Australia’s ABSCNews reports that Google’s drone delivery trial in the suburbs of Canberra has been met with fierce resistance by many residents.
“In the small bush suburb of Bonython on the outskirts of Canberra, residents have said firmly they don’t want it,” the news service reports. “Google’s parent company Alphabet has been testing its next revolutionary technology in their suburb, flying drones over Bonython homes to deliver coffee, burritos and medication. The year-long trial, Project Wing, wrapped up last week; now the company has set its sights on launching the world’s first commercial delivery drone operation in urban Canberra before June.
“Angry Bonython locals told a local Government inquiry the invasive drones had brought people to tears, and residents had openly confessed to police if something was not done, they would take it upon themselves to shoot the winged couriers down.”
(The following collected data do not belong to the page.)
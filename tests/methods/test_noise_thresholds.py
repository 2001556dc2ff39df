"""Per-class thresholds on out-of-fold probabilities (Northcutt, Jiang and Chuang 2021).

A small example worked by hand from the paper's definitions:

* threshold of class j, t_j: the mean probability of j over rows labelled j;
* confident joint C[i][j]: rows labelled i whose most probable class among
  those at or above their threshold is j (rows with none are not counted);
* calibrated joint: each row i of C scaled to the number of rows labelled i;
  the estimated number of mislabelled rows of class i is its off-diagonal sum;
* prune by class: in class i, that many rows, lowest probability of i first.

curate flags the candidates of the issue's rule (another class reaches its
threshold, the own label does not) first, then fills up to the estimate by
prune-by-class order.
"""

from __future__ import annotations

import numpy as np
import open_data
from sklearn.linear_model import LogisticRegression
from sklearn.model_selection import StratifiedKFold, cross_val_predict
from sklearn.preprocessing import MinMaxScaler

from curate.methods.noise import class_thresholds, confident_joint, threshold_flags
from curate.space import Space

# Twelve rows, three classes (worked by hand in the module docstring's terms):
# t = (0.8+0.7+0.6+0.1)/4 = 0.55, (0.8+0.7+0.9+0.2)/4 = 0.65, (0.8+0.4+0.35+0.3)/4 = 0.4625
PROBA = np.array([
    [0.8, 0.1, 0.1], [0.7, 0.2, 0.1], [0.6, 0.3, 0.1], [0.1, 0.8, 0.1],     # labelled 0
    [0.1, 0.8, 0.1], [0.2, 0.7, 0.1], [0.1, 0.9, 0.0], [0.1, 0.2, 0.7],     # labelled 1
    [0.1, 0.1, 0.8], [0.3, 0.3, 0.4], [0.35, 0.3, 0.35], [0.6, 0.1, 0.3],   # labelled 2
])
LABELS = np.repeat([0, 1, 2], 4)


def test_thresholds_and_confident_joint_by_hand() -> None:
    t, joint, calibrated = confident_joint(PROBA, LABELS, 3)
    np.testing.assert_allclose(t, [0.55, 0.65, 0.4625])
    # row 3 -> 1; row 7 -> 2; row 11 -> 0; rows 9 and 10 reach no threshold
    assert joint.tolist() == [[3, 1, 0], [0, 3, 1], [1, 0, 1]]
    np.testing.assert_allclose(calibrated, [[3, 1, 0], [0, 3, 1], [2, 0, 2]])


def test_flagged_rows_by_hand() -> None:
    """Estimates 1, 1, 2: rows 3, 7, 11 are candidates; class 2 fills up with row 10
    (own probability 0.35, below row 9's 0.4). Suggestions: 1, 2, 0, and for row 10 its
    most probable other class, 0 (0.35 against 0.3)."""
    positions, suggested, candidate, estimated = threshold_flags(PROBA, LABELS,
                                                                 np.ones(12, bool))
    assert estimated.tolist() == [1, 1, 2]
    assert np.flatnonzero(candidate).tolist() == [3, 7, 11]
    assert dict(zip(positions.tolist(), suggested.tolist(), strict=True)) == \
        {3: 1, 7: 2, 11: 0, 10: 0}


def test_rows_that_may_not_be_removed_are_passed_over() -> None:
    """Class 2's estimate of two is filled from removable rows only: 11, then 9."""
    removable = np.ones(12, bool)
    removable[10] = False
    positions, _, _, _ = threshold_flags(PROBA, LABELS, removable)
    assert sorted(positions.tolist()) == [3, 7, 9, 11]


def test_the_stage_applies_the_rule_to_scikit_learns_out_of_fold_probabilities() -> None:
    """End to end on wine with flipped labels: the stage's flags are the rule applied to
    cross_val_predict's probabilities (logistic regression, same folds)."""
    X, y = open_data.load("wine")
    X = MinMaxScaler().fit_transform(X)
    y = y.copy()
    rng = np.random.default_rng(0)
    chosen = rng.choice(len(y), 18, replace=False)
    y[chosen] = (y[chosen] + rng.integers(1, 3, 18)) % 3
    proba = cross_val_predict(LogisticRegression(C=100.0, max_iter=1000, random_state=2),
                              X, y, cv=StratifiedKFold(5, shuffle=True, random_state=2),
                              method="predict_proba")
    expected, _, _, _ = threshold_flags(proba, y, np.ones(len(y), bool))
    sel = class_thresholds(Space.from_matrix(X), y, removable=np.ones(len(y), bool), seed=2,
                           models=["linear"])
    assert sel.removed.tolist() == sorted(expected.tolist())
    assert len(sel.removed) > 0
“It is not inevitable, if the Government can be convinced that the great majority of Canberrans don’t want it,” local Neville Sheather said. He heads up Bonython Against Drones, a group that contends no amount of regulation would ease their privacy, safety and noise concerns.
The news service reports that even proponents of drones, like technologist Professor Roger Clarke, have argued the project had taken flight too fast. “We’ve got to get the different segments of the public represented in these discussions, and they haven’t been,” Professor Clarke said.
Local government agencies have reportedly had serious concerns about the lack of research surrounding drones — in particular, how Project Wing’s drones could impact wildlife. In reply, Project Wing said it had adapted its technology after complaints in Bonython – it had developed a new drone that was almost half as loud and far-lower pitched, meaning it could much more easily blend in with urban background noise. The company said it recorded no safety incidents throughout its trial.